Canals that intersect the fertile plain,

Wide streets and squares, with many a court and hall,

Spacious and undefaced, but ancient all.

Time hath not wronged her, nor hath Ruin sought

Rudely her splendid structures to destroy,

Save in those recent days with evil fraught,

When Mutability, in drunken joy

Triumphant, and from all restraint released,

Let loose the fierce and many-headed beast.

But for the scars in that unhappy rage

Inflicted, firm she stands and undecayed;

Like our first sires’, a beautiful old age

Is hers, in venerable years arrayed;

And yet to her benignant stars may bring

What fate denies to man,—a second spring.

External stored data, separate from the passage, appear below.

"""Which compounds match a query: the screens, then RDKit's confirmation of every candidate.

Per pattern of the query: the pattern-fingerprint screen (:class:`.index.ScreenIndex`; on
PostgreSQL with the RDKit cartridge the server's screen instead, :mod:`registry.pg.screen`) and
the element screen (:mod:`.elements`) keep the compounds that can contain it; RDKit confirms
them in a :class:`rdkit.Chem.rdSubstructLibrary.SubstructLibrary` over just the candidates,
with an explicit thread count and ``maxResults`` equal to the candidate count, so no hit is
ever dropped (RDKit stops at 1,000 otherwise).
"""

from __future__ import annotations

import os
import time
from dataclasses import dataclass, field
from typing import Any

import numpy as np

from registry.search.elements import query_masks
from registry.search.index import ScreenIndex
from registry.search.interrupts import check_deadline, rdkit_matching
from registry.search.patterns import Query, needs_ring_info
from registry.storage.connection import Connection

#: below this many candidates a plain loop beats setting up a threaded library
_SMALL = 64


@dataclass
class SearchStats:
    """How the search narrowed down: compounds searched, kept by the screen, confirmed."""

    indexed: int = 0
    searched: int = 0
    screened: int = 0
    matched: int = 0
    with_rows: int = 0  # matched compounds that have a measurement passing the filters
    seconds: dict[str, float] = field(default_factory=dict)


def default_threads() -> int:
    """All cores this process may use (RDKit's -1 would leave one idle)."""
    try:
        return max(1, len(os.sched_getaffinity(0)))
    except AttributeError:  # pragma: no cover - not on Linux
        return max(1, os.cpu_count() or 1)


# ---------------------------------------------------------------- confirmation


def _rdkit() -> Any:
    from registry.search.patterns import _rdkit as load

    return load()


def confirm(
    index: ScreenIndex,
    positions: np.ndarray,
    query_mol: Any,
    *,
    stereo: bool = False,
    threads: int | None = None,
) -> np.ndarray:
    """The positions among ``positions`` whose molecule contains ``query_mol`` (all of them)."""
    Chem = _rdkit()
    if positions.size == 0:
        return positions
    threads = threads or default_threads()
    if positions.size <= _SMALL or threads == 1:
        keep = []
        for i, p in enumerate(positions.tolist()):
            if i % 1000 == 999:
                check_deadline()
            if Chem.Mol(index.mol_binary(p)).HasSubstructMatch(query_mol, useChirality=stereo):
                keep.append(p)
        return np.asarray(keep, dtype=np.int64)
    if needs_ring_info(query_mol):
        # ring queries: loading the binaries (ring info included) beat parsing SMILES and
        # perceiving rings by 10–25 % on the ring-bond motifs of the benchmark
        return np.sort(_library_matches(index, positions, query_mol, stereo, threads, None))
    texts = index.trusted_smiles_many(positions.tolist())
    has_text = np.fromiter((bool(t) for t in texts), dtype=bool, count=len(texts))
    chosen, others = positions[has_text], positions[~has_text]
    found: list[np.ndarray] = []
    if chosen.size:
        smiles = [t for t in texts if t]
        try:
            found.append(_library_matches(index, chosen, query_mol, stereo, threads, smiles))
        except RuntimeError:
            # RDKit's trusted-SMILES path leaves ring info unset for recursive SMARTS with ring
            # primitives ($([r6]) …) and raises; the binary form carries ring info
            found.append(_library_matches(index, chosen, query_mol, stereo, threads, None))
    if others.size:
        found.append(_library_matches(index, others, query_mol, stereo, threads, None))
    return np.sort(np.concatenate(found)) if found else positions[:0]


def _library_matches(
    index: ScreenIndex,
    positions: np.ndarray,
    query_mol: Any,
    stereo: bool,
    threads: int,
    smiles: list[str] | None,
) -> np.ndarray:
    """Confirm in a threaded SubstructLibrary over just these molecules.

    Molecules come from RDKit's own canonical SMILES parsed without sanitization (the trusted
    holder: faster here than unpickling the binary) or, for structures kept unsanitized, from
    the binary. ``maxResults`` is the number of molecules, so no hit is ever dropped.
    """
    from rdkit.Chem import rdSubstructLibrary

    if smiles is not None:
        holder = rdSubstructLibrary.CachedTrustedSmilesMolHolder()
        add = holder.AddSmiles
        for text in smiles:
            add(text)
    else:
        holder = rdSubstructLibrary.CachedMolHolder()
        for p in positions.tolist():
            holder.AddBinary(index.mol_binary(p))
    library = rdSubstructLibrary.SubstructLibrary(holder)
    found: list[int] = []
    n = int(positions.size)
    for start in range(0, n, CONFIRM_CHUNK):
        check_deadline()
        end = min(n, start + CONFIRM_CHUNK)
        with rdkit_matching():  # a Ctrl-C meanwhile ends the search, never thins it
            found += library.GetMatches(
                query_mol, start, end,
                recursionPossible=True, useChirality=stereo, useQueryQueryMatches=False,
                numThreads=threads, maxResults=end - start,  # never fewer than could match
            )  # fmt: skip
    return positions[np.asarray(found, dtype=np.int64)]


#: molecules confirmed per call into RDKit: between calls a Ctrl-C or the time limit is seen
CONFIRM_CHUNK = 20_000


def search_positions(
    index: ScreenIndex,
    query: Query,
    rows: np.ndarray | None = None,
    *,
    threads: int | None = None,
    stats: SearchStats | None = None,
    conn: Connection | None = None,
) -> np.ndarray:
    """Index positions of the compounds matching any of the query's patterns.

    With ``conn`` on PostgreSQL with the RDKit cartridge the server screens each pattern
    (:func:`registry.pg.screen.server_positions`); RDKit here still confirms every candidate.
    """
    server_positions = None
    if conn is not None and conn.dialect == "postgresql":
        from registry.pg.screen import server_positions

    stats = stats if stats is not None else SearchStats()
    t0 = time.perf_counter()
    hits: list[np.ndarray] = []
    screened: list[np.ndarray] = []
    for text, mol, words in zip(query.pattern_texts, query.mols, query.fingerprints, strict=True):
        candidates = None
        if server_positions is not None:
            candidates = server_positions(conn, index.ids, rows, text, query.kind)
        if candidates is None:  # SQLite, no cartridge, or a pattern the server cannot read
            candidates = index.screen(words, rows)
        candidates = index.screen_elements(query_masks(mol), candidates)
        screened.append(candidates)
        t1 = time.perf_counter()
        stats.seconds["screen"] = stats.seconds.get("screen", 0.0) + t1 - t0
        hits.append(confirm(index, candidates, mol, stereo=query.stereo, threads=threads))
        t0 = time.perf_counter()
        stats.seconds["confirm"] = stats.seconds.get("confirm", 0.0) + t0 - t1
    stats.screened = int(_union(screened, len(index)).size)
    out = _union(hits, len(index))
    stats.matched = int(out.size)
    return out


def _union(parts: list[np.ndarray], size: int) -> np.ndarray:
    """Sorted union of position arrays (a mask: np.unique would pull in numpy.ma, ~0.1 s)."""
    if len(parts) == 1:
        return np.sort(parts[0])
    mask = np.zeros(size, dtype=bool)
    for part in parts:
        mask[part] = True
    return np.flatnonzero(mask)


def match_atoms(binary: bytes, query: Query, max_matches: int = 1000) -> list[list[int]]:
    """Atom indices of every match (per pattern, unique atom sets) for highlighting."""
    Chem = _rdkit()
    mol = Chem.Mol(binary)
    out: list[list[int]] = []
    for pattern in query.mols:
        out += [
            list(m)
            for m in mol.GetSubstructMatches(
                pattern, useChirality=query.stereo, uniquify=True, maxMatches=max_matches
            )
        ]
    return out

When I may read of tilts in days of old,

And tourneys graced by chieftains of renown,

Fair dames, grave citizens, and warriors bold,

If Fancy would portray some stately town,

Which for such pomp fit theatre should be,

Fair Bruges, I shall then remember thee.

Nor did thy landscape yield me less delight,

Seen from the deck as slow it glided by,

Or when beneath us, from thy Belfry’s height,

Its boundless circle met the bending sky;

The waters smooth and straight, thy proper boast,

And lines of roadside trees in long perspective lost.

No happier landscape may on earth be seen,

Rich gardens all around and fruitful groves,

White dwellings trim relieved with lively green,

The pollard that the Flemish painter loves,

With aspens tall and poplars fair to view,

Casting o’er all the land a gray and willowy hue.